╭─ DATA EXCERPTS

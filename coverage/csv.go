package coverage

import (
	"encoding/csv"
	"fmt"
	"io"
	"strconv"
	"strings"

	"tracelift/pipeline"
)

var csvHeader = []string{"case", "condition", "source", "layout", "error", "verdict", "reasons", "measure", "est", "lo", "hi", "truth", "exact", "engine_sd", "picture_sd"}

// WriteCSV writes one row per case and measure (a case without
// measurements gets one row with an empty measure).
func WriteCSV(w io.Writer, cases []Case) error {
	cw := csv.NewWriter(w)
	if err := cw.Write(csvHeader); err != nil {
		return err
	}
	g := func(v float64) string { return strconv.FormatFloat(v, 'g', 8, 64) }
	for _, c := range cases {
		head := []string{strconv.Itoa(c.N), c.Condition, c.Source, c.Layout, c.Err, string(c.Verdict), strings.Join(c.Reasons, " ")}
		if len(c.Meas) == 0 {
			if err := cw.Write(append(head, "", "", "", "", "", "", "", "")); err != nil {
				return err
			}
			continue
		}
		for _, name := range Measures {
			m, ok := c.Meas[name]
			if !ok {
				continue
			}
			row := append(append([]string(nil), head...), name, g(m.Est), g(m.Lo), g(m.Hi), g(m.Truth), g(m.Exact), g(m.EngineSD), g(m.PictureSD))
			if err := cw.Write(row); err != nil {
				return err
			}
		}
	}
	cw.Flush()
	return cw.Error()
}

// ReadCSV reads cases written by WriteCSV.
func ReadCSV(r io.Reader) ([]Case, error) {
	recs, err := csv.NewReader(r).ReadAll()
	if err != nil {
		return nil, fmt.Errorf("coverage: %w", err)
	}
	if len(recs) == 0 || strings.Join(recs[0], ",") != strings.Join(csvHeader, ",") {
		return nil, fmt.Errorf("coverage: not a coverage table (header %v)", csvHeader)
	}
	var out []Case
	idx := map[string]int{}
	for _, rec := range recs[1:] {
		key := rec[0]
		i, ok := idx[key]
		if !ok {
			n, err := strconv.Atoi(rec[0])
			if err != nil {
				return nil, fmt.Errorf("coverage: bad case number %q", rec[0])
			}
			c := Case{N: n, Condition: rec[1], Source: rec[2], Layout: rec[3], Err: rec[4], Verdict: pipeline.Level(rec[5]), Meas: map[string]Meas{}}
			if rec[6] != "" {
				c.Reasons = strings.Fields(rec[6])
			}
			out = append(out, c)
			i = len(out) - 1
			idx[key] = i
		}
		if rec[7] == "" {
			continue
		}
		var v [7]float64
		for k := range v {
			f, err := strconv.ParseFloat(rec[8+k], 64)
			if err != nil {
				return nil, fmt.Errorf("coverage: case %s: %w", key, err)
			}
			v[k] = f
		}
		out[i].Meas[rec[7]] = Meas{Est: v[0], Lo: v[1], Hi: v[2], Truth: v[3], Exact: v[4], EngineSD: v[5], PictureSD: v[6]}
	}
	return out, nil
}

╰─

[WHAT TO DO] Return, word for word, every line from the top of the entries down to the line that holds "for k := range", both included.

[EXPECTED ANSWER]
filename coverage/csv.go
package coverage

import (
	"encoding/csv"
	"fmt"
	"io"
	"strconv"
	"strings"

	"tracelift/pipeline"
)

var csvHeader = []string{"case", "condition", "source", "layout", "error", "verdict", "reasons", "measure", "est", "lo", "hi", "truth", "exact", "engine_sd", "picture_sd"}

// WriteCSV writes one row per case and measure (a case without
// measurements gets one row with an empty measure).
func WriteCSV(w io.Writer, cases []Case) error {
	cw := csv.NewWriter(w)
	if err := cw.Write(csvHeader); err != nil {
		return err
	}
	g := func(v float64) string { return strconv.FormatFloat(v, 'g', 8, 64) }
	for _, c := range cases {
		head := []string{strconv.Itoa(c.N), c.Condition, c.Source, c.Layout, c.Err, string(c.Verdict), strings.Join(c.Reasons, " ")}
		if len(c.Meas) == 0 {
			if err := cw.Write(append(head, "", "", "", "", "", "", "", "")); err != nil {
				return err
			}
			continue
		}
		for _, name := range Measures {
			m, ok := c.Meas[name]
			if !ok {
				continue
			}
			row := append(append([]string(nil), head...), name, g(m.Est), g(m.Lo), g(m.Hi), g(m.Truth), g(m.Exact), g(m.EngineSD), g(m.PictureSD))
			if err := cw.Write(row); err != nil {
				return err
			}
		}
	}
	cw.Flush()
	return cw.Error()
}

// ReadCSV reads cases written by WriteCSV.
func ReadCSV(r io.Reader) ([]Case, error) {
	recs, err := csv.NewReader(r).ReadAll()
	if err != nil {
		return nil, fmt.Errorf("coverage: %w", err)
	}
	if len(recs) == 0 || strings.Join(recs[0], ",") != strings.Join(csvHeader, ",") {
		return nil, fmt.Errorf("coverage: not a coverage table (header %v)", csvHeader)
	}
	var out []Case
	idx := map[string]int{}
	for _, rec := range recs[1:] {
		key := rec[0]
		i, ok := idx[key]
		if !ok {
			n, err := strconv.Atoi(rec[0])
			if err != nil {
				return nil, fmt.Errorf("coverage: bad case number %q", rec[0])
			}
			c := Case{N: n, Condition: rec[1], Source: rec[2], Layout: rec[3], Err: rec[4], Verdict: pipeline.Level(rec[5]), Meas: map[string]Meas{}}
			if rec[6] != "" {
				c.Reasons = strings.Fields(rec[6])
			}
			out = append(out, c)
			i = len(out) - 1
			idx[key] = i
		}
		if rec[7] == "" {
			continue
		}
		var v [7]float64
		for k := range v {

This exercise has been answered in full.